(WHAT YOU WILL DO) What lines in the records below hold the string "keys"? Please show them.

(DATA FOR THIS TASK)
----------------------------------------

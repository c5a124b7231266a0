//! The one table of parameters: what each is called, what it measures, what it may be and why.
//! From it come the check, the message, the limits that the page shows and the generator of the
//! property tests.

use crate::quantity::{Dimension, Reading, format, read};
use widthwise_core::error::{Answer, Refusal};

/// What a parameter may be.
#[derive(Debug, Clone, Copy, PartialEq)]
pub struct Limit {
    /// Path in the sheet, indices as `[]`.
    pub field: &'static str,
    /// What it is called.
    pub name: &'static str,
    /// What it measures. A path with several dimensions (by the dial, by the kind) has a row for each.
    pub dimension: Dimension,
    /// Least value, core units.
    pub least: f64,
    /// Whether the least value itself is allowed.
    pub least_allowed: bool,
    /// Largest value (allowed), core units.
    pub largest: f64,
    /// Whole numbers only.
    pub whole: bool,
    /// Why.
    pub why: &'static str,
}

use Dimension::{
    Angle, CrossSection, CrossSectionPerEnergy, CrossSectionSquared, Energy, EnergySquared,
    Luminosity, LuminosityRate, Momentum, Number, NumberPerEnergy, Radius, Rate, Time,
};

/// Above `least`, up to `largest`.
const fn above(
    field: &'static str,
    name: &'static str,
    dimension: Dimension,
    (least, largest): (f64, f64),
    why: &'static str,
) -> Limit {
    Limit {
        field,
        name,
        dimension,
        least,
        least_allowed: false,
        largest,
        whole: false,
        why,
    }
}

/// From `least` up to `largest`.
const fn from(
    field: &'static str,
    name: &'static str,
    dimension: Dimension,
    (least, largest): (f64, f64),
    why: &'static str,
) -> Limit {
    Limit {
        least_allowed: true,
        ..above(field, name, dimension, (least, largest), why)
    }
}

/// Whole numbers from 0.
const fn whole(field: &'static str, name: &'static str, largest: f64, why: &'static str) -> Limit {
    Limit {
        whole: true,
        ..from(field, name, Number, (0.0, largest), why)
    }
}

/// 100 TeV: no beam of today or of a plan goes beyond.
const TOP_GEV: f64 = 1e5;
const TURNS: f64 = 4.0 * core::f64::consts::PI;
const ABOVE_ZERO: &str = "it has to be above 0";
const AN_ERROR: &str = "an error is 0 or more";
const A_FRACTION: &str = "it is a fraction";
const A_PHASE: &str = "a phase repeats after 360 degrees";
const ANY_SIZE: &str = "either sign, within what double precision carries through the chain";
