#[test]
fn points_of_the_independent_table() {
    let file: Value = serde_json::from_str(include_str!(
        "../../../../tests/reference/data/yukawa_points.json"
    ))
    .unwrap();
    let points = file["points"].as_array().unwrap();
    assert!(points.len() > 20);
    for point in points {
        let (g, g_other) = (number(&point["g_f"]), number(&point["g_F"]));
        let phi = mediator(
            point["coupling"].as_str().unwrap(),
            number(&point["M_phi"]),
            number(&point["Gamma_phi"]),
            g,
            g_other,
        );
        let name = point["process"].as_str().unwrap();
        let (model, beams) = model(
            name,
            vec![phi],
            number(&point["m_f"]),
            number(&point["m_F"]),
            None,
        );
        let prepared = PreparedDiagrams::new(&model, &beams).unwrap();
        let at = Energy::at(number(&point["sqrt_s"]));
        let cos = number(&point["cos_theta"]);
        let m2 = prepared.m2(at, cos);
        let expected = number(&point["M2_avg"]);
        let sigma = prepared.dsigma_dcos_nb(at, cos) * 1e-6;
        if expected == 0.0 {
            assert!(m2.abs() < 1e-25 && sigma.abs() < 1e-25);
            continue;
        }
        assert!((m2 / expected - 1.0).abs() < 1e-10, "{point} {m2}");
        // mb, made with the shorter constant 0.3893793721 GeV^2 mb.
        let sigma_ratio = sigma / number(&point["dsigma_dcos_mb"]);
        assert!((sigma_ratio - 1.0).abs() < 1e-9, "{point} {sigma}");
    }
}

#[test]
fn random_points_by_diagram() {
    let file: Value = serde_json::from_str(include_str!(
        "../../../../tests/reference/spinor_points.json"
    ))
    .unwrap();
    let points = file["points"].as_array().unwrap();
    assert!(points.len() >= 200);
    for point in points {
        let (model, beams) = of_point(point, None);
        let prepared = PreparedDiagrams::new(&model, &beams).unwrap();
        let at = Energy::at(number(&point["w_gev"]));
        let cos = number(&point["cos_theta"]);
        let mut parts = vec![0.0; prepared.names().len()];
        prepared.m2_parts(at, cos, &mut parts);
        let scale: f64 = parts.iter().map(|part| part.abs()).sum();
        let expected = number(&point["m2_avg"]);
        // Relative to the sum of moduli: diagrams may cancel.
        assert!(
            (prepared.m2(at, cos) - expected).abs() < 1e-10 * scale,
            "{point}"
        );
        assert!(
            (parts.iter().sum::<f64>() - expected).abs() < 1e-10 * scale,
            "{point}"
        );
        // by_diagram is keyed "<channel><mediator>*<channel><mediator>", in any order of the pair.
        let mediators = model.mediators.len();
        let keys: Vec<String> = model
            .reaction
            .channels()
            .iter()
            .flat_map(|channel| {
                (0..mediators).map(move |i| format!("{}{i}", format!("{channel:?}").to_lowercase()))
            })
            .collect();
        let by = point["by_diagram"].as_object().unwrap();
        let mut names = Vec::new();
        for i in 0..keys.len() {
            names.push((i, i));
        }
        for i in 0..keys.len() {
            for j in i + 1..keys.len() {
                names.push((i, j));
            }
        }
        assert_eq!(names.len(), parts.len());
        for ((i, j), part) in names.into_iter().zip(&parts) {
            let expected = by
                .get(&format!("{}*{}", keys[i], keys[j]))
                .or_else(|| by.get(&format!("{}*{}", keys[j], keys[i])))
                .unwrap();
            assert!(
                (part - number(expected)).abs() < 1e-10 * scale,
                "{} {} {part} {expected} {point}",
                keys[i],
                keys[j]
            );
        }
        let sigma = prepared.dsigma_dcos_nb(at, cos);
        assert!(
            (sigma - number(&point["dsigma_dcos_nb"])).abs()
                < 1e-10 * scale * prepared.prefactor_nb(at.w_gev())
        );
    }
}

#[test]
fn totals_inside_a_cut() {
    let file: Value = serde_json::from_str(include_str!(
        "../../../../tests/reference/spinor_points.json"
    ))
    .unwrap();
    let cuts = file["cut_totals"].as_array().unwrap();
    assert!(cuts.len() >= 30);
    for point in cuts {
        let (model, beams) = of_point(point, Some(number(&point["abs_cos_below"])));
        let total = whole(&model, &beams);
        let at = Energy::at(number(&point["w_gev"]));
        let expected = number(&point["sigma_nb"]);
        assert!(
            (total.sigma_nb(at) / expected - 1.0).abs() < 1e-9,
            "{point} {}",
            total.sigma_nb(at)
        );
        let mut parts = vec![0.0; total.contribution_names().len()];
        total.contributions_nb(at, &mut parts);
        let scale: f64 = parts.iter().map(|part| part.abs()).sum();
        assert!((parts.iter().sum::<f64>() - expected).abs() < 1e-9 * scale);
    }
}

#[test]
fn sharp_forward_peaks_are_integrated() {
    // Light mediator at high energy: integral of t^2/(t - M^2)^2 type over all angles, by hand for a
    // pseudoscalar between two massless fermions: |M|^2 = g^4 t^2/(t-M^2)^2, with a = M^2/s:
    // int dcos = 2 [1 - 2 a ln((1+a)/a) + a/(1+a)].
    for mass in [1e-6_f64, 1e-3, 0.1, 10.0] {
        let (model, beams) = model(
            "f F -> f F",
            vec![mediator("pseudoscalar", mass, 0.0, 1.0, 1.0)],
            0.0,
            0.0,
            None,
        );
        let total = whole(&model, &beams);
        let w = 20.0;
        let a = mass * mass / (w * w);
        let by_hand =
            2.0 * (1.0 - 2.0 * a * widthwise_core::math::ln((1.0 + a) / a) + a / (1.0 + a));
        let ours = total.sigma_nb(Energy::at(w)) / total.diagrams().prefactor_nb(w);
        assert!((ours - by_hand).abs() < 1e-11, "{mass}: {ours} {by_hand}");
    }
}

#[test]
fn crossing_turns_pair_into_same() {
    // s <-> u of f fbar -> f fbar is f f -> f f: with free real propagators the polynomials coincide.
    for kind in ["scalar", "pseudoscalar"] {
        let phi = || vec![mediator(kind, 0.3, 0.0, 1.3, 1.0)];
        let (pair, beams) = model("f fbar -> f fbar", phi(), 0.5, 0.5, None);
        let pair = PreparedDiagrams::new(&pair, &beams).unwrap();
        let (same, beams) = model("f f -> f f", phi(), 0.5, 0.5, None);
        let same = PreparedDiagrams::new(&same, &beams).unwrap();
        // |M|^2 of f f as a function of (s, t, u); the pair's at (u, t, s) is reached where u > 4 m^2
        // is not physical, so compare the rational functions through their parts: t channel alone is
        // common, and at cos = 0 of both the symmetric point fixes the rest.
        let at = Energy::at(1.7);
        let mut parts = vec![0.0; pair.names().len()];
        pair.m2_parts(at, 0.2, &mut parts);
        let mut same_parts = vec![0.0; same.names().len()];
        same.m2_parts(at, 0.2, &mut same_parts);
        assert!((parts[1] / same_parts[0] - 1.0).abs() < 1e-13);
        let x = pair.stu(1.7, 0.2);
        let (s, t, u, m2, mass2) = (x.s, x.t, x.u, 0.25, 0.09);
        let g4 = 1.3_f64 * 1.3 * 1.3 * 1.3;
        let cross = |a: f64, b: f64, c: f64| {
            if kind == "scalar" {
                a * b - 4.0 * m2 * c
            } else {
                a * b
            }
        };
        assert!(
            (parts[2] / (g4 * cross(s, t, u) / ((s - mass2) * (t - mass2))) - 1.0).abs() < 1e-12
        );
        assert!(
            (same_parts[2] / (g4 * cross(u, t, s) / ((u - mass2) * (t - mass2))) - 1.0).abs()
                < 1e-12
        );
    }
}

----------------------------------------

(SOLUTION)
        let keys: Vec<String> = model
        for i in 0..keys.len() {
        for i in 0..keys.len() {
            for j in i + 1..keys.len() {
                .get(&format!("{}*{}", keys[i], keys[j]))
                .or_else(|| by.get(&format!("{}*{}", keys[j], keys[i])))
                keys[i],
                keys[j]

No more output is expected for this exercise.